- PROBLEM DETAILS
In the records that come next, find every line with "below". Return those lines.

********************

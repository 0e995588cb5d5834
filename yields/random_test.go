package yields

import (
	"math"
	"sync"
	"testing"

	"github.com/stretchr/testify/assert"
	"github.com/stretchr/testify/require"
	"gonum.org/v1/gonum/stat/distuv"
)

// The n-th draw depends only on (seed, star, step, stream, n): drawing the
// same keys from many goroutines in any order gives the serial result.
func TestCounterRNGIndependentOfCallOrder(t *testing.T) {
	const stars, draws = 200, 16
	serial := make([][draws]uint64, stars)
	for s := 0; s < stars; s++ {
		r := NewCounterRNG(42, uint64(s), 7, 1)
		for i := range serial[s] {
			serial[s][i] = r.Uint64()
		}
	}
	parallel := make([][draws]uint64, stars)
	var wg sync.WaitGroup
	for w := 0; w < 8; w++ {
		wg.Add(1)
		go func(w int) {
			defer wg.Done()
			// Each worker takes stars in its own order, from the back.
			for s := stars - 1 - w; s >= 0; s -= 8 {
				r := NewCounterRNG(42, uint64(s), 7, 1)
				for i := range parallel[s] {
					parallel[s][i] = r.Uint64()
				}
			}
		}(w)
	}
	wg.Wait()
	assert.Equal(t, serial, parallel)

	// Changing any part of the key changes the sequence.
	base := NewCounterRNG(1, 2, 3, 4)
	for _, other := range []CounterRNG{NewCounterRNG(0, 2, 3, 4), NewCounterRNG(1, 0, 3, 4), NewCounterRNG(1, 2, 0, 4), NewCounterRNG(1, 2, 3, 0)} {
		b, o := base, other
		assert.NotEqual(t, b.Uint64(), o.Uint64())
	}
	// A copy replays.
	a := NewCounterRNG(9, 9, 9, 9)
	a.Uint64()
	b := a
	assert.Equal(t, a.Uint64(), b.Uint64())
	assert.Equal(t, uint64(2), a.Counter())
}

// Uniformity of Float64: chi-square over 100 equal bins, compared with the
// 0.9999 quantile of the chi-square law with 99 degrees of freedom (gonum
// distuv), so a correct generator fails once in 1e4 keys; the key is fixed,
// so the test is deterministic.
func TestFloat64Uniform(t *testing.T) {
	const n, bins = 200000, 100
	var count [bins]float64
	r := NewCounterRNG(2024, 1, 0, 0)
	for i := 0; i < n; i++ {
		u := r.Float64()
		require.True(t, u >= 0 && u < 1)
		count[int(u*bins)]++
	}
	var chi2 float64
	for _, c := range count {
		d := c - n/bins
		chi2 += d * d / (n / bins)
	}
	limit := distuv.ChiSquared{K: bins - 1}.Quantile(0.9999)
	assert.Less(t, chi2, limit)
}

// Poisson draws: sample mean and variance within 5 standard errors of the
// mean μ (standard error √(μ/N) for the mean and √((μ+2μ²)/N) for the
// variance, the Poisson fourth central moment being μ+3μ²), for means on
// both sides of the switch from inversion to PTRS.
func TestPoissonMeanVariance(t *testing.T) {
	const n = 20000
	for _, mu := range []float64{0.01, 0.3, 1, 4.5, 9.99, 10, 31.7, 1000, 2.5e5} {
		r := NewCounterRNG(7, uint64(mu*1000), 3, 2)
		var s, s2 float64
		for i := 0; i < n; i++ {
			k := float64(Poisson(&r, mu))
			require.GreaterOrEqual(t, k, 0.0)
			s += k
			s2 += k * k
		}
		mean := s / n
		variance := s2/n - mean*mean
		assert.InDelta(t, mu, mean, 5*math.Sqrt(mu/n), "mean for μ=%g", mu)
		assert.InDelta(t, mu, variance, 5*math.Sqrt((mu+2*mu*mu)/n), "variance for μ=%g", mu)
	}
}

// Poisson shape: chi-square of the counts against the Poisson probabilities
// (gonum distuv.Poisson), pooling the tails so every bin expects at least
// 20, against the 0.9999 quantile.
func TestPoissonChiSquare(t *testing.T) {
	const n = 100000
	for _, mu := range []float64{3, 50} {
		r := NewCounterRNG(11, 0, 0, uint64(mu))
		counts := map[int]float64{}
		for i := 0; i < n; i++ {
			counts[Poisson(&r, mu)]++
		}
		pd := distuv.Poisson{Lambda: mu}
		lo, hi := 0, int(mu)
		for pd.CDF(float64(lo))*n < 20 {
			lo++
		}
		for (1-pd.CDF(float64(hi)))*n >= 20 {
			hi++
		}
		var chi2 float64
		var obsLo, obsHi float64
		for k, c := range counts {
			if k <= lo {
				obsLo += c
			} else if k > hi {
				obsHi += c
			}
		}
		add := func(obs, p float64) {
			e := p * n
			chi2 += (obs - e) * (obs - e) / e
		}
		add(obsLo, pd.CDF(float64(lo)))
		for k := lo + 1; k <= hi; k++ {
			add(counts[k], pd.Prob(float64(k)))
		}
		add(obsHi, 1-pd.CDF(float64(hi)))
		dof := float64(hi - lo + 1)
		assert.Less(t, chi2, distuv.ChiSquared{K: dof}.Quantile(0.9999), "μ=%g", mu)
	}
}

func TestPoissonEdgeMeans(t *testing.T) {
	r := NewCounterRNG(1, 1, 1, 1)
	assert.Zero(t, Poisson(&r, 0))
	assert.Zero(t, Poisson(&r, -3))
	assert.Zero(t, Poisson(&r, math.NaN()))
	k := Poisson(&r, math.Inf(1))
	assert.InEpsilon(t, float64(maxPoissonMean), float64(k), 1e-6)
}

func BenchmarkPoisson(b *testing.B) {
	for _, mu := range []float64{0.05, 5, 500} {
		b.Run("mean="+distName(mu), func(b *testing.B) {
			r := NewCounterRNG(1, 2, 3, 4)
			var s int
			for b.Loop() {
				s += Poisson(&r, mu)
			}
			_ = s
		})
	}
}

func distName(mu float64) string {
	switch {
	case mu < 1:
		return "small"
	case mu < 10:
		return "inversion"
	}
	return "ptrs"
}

********************

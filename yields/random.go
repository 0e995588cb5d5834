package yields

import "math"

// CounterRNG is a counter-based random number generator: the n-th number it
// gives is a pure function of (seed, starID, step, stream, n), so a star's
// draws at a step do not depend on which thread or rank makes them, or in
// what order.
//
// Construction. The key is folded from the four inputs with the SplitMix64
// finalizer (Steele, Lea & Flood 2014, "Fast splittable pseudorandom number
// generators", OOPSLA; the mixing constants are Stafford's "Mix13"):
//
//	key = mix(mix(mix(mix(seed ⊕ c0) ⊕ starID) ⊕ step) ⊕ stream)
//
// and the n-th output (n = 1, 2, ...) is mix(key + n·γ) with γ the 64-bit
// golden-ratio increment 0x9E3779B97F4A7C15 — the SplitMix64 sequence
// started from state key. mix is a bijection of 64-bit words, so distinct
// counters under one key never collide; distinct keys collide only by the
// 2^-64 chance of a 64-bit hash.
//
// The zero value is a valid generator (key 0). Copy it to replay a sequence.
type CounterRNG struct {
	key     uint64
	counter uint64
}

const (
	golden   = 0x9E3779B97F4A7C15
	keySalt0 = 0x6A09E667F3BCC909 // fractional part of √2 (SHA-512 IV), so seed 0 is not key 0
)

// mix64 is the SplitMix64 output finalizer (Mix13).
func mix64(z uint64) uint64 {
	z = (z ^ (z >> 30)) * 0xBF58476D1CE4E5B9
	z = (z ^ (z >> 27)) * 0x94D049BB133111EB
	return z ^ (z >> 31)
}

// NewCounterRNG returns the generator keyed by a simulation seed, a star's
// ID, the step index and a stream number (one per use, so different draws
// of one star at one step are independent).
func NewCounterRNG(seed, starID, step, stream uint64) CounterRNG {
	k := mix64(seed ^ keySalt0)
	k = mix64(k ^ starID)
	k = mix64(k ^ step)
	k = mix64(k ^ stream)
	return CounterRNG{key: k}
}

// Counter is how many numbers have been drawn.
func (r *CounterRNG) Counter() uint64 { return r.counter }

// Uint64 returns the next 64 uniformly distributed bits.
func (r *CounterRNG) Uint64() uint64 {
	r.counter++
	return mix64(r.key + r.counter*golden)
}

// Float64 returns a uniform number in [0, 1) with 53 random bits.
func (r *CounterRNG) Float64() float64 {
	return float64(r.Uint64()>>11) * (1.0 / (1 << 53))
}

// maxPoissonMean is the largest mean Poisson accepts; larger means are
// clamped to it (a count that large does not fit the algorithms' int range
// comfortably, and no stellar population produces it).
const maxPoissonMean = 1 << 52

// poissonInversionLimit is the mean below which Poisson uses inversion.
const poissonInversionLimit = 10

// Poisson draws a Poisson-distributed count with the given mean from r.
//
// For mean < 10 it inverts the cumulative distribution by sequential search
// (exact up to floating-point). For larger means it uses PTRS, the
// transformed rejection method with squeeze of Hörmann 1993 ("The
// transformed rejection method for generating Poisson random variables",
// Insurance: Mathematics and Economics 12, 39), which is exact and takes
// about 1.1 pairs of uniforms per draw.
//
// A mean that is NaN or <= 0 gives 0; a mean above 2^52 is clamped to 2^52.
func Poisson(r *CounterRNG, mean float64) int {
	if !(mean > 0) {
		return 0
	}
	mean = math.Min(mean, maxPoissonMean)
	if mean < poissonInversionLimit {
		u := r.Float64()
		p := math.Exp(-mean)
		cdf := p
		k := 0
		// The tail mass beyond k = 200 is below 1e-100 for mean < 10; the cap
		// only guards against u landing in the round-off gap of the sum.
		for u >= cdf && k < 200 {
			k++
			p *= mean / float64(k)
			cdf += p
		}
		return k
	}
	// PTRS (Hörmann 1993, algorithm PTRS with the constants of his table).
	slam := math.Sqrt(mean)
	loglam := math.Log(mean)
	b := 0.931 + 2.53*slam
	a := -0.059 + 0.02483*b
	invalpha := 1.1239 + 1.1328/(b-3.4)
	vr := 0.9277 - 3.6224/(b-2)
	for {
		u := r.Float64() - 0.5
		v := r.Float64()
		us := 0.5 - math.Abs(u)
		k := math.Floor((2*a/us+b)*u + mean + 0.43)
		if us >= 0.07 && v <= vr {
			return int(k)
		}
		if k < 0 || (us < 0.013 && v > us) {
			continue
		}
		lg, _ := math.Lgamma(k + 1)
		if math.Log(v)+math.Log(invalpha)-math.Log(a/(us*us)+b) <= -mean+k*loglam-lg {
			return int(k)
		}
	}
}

********************

- EXPECTED OUTPUT
// poissonInversionLimit is the mean below which Poisson uses inversion.
		// The tail mass beyond k = 200 is below 1e-100 for mean < 10; the cap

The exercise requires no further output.